* Activity
Among the entries, find each line that includes the string "counted" and list it.

* Records shown
Segment Open
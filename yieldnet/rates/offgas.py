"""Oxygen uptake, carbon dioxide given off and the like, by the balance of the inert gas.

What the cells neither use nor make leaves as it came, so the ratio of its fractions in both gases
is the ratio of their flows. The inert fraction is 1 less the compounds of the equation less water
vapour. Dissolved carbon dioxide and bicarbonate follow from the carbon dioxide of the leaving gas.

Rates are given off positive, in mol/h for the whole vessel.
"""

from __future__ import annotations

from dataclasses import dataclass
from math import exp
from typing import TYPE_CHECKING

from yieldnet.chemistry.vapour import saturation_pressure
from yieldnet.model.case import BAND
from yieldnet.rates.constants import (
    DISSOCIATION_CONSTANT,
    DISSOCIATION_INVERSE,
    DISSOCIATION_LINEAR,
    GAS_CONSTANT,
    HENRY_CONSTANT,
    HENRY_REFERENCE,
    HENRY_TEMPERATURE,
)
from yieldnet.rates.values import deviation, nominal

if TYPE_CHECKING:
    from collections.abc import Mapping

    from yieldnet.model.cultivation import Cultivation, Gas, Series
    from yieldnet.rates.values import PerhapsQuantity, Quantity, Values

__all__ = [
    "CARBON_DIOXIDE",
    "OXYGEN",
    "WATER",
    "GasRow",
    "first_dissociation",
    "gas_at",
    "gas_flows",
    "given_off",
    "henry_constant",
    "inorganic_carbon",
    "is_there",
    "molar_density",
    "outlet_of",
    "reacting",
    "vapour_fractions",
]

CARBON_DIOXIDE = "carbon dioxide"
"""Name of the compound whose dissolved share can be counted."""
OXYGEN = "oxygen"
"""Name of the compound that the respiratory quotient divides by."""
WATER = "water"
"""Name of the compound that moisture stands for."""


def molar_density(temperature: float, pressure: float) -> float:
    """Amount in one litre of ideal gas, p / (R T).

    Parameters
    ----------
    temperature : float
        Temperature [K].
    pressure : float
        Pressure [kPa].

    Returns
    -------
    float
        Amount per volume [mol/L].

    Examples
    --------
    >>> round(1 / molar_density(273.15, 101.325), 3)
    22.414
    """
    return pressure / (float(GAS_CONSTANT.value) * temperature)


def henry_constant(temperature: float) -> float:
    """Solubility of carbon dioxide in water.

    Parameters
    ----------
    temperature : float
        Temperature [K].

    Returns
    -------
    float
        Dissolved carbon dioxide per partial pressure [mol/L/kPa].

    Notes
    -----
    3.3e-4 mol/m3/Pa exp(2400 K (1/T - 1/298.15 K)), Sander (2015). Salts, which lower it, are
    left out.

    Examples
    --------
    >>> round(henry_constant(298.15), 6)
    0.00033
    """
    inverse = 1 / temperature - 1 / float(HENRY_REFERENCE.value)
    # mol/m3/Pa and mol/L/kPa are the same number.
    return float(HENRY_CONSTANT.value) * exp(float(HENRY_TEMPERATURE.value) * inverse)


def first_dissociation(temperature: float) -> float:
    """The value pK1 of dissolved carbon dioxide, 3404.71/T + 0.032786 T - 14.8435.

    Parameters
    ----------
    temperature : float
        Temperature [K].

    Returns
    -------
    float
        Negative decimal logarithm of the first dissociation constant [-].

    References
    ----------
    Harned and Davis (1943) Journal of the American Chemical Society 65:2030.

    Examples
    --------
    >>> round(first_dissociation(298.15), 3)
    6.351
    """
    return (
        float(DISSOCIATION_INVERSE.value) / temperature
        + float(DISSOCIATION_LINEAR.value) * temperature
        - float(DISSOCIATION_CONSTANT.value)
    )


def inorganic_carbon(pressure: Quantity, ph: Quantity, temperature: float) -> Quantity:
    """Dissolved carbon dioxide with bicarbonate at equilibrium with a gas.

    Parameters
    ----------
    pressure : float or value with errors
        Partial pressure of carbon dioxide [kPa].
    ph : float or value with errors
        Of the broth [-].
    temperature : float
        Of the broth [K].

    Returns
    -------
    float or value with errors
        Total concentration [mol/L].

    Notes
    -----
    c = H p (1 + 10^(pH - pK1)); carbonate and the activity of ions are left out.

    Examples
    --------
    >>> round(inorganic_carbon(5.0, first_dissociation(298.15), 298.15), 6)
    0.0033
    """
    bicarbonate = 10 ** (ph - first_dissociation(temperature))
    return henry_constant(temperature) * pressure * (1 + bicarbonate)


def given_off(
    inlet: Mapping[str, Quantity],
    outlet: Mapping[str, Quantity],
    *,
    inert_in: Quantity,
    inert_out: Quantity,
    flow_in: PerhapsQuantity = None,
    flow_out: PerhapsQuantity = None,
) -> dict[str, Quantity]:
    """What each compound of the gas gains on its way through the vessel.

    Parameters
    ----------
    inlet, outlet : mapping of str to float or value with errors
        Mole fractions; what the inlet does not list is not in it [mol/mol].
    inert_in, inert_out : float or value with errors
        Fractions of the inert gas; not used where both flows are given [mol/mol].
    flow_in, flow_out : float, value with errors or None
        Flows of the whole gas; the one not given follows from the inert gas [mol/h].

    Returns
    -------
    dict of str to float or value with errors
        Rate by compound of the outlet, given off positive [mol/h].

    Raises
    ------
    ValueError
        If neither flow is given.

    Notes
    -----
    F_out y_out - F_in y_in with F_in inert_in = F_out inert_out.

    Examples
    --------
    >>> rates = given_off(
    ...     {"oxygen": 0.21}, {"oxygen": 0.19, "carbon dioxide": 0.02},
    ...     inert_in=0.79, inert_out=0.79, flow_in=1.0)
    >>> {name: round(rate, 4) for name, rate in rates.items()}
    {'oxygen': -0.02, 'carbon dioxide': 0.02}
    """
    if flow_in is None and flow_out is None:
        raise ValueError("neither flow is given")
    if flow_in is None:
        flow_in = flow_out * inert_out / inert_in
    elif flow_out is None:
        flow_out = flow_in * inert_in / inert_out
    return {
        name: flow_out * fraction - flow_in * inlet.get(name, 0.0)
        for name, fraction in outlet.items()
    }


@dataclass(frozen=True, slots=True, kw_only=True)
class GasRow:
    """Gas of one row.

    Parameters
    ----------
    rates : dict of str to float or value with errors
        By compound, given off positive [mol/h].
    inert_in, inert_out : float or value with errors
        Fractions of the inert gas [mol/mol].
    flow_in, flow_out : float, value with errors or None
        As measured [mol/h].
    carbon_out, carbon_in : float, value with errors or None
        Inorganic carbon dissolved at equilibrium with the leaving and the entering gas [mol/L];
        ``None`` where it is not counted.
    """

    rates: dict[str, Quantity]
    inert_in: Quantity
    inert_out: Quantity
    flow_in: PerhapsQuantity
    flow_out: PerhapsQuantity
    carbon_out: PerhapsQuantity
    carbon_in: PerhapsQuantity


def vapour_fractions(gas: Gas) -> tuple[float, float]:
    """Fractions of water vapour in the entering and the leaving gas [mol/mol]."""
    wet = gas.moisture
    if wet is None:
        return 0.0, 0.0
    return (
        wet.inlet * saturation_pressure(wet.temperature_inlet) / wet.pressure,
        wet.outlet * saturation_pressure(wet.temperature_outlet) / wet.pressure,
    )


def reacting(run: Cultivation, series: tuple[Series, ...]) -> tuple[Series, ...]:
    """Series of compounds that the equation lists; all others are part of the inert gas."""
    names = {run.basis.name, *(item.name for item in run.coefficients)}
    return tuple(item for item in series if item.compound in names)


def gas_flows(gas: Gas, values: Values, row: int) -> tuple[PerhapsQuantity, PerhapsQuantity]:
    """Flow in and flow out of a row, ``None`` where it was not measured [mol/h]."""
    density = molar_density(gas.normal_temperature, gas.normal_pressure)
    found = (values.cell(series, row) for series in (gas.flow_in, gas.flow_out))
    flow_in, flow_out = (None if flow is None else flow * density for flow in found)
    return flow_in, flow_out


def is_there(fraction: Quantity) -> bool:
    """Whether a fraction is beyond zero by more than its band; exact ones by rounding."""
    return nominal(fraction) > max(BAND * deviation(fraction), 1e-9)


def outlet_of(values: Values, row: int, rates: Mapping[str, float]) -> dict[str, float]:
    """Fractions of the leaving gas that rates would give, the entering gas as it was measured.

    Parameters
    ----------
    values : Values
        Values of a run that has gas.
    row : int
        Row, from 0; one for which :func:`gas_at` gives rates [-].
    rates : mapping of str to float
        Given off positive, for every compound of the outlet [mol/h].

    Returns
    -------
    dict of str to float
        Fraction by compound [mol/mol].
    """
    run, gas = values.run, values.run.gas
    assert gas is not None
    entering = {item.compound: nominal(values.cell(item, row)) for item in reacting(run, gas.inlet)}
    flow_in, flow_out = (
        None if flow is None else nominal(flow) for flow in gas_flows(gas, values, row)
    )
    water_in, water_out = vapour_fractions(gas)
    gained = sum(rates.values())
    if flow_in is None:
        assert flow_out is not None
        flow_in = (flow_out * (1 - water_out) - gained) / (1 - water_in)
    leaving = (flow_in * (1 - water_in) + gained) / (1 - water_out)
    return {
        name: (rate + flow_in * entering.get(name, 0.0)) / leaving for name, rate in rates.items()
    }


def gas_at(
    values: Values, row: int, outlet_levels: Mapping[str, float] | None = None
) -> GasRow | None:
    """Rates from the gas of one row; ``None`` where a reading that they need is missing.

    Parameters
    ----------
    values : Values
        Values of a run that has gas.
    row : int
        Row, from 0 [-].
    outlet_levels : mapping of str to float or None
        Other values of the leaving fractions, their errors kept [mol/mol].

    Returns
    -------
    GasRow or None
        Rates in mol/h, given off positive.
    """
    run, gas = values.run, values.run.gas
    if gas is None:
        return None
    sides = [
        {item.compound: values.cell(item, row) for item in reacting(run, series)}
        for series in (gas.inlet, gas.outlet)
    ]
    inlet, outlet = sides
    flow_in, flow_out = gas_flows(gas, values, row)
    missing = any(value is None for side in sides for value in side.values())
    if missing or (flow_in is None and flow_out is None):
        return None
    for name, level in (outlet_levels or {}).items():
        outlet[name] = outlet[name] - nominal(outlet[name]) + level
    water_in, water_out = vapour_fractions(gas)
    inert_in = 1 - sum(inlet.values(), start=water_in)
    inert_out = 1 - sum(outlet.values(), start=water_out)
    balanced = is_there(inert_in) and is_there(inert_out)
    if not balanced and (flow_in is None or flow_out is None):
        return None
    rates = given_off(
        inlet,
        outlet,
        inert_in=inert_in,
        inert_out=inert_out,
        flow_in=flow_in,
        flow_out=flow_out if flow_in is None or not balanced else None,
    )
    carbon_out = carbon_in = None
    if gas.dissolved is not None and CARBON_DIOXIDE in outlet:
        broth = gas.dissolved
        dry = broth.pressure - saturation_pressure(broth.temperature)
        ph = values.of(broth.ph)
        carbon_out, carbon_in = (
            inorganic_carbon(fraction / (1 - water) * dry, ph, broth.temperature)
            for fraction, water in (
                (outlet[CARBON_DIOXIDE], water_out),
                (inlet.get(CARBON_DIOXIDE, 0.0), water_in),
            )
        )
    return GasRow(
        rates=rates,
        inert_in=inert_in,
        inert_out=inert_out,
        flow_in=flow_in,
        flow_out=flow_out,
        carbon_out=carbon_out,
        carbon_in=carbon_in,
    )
Segment Closed
* Response below
"""Name of the compound whose dissolved share can be counted."""
        ``None`` where it is not counted.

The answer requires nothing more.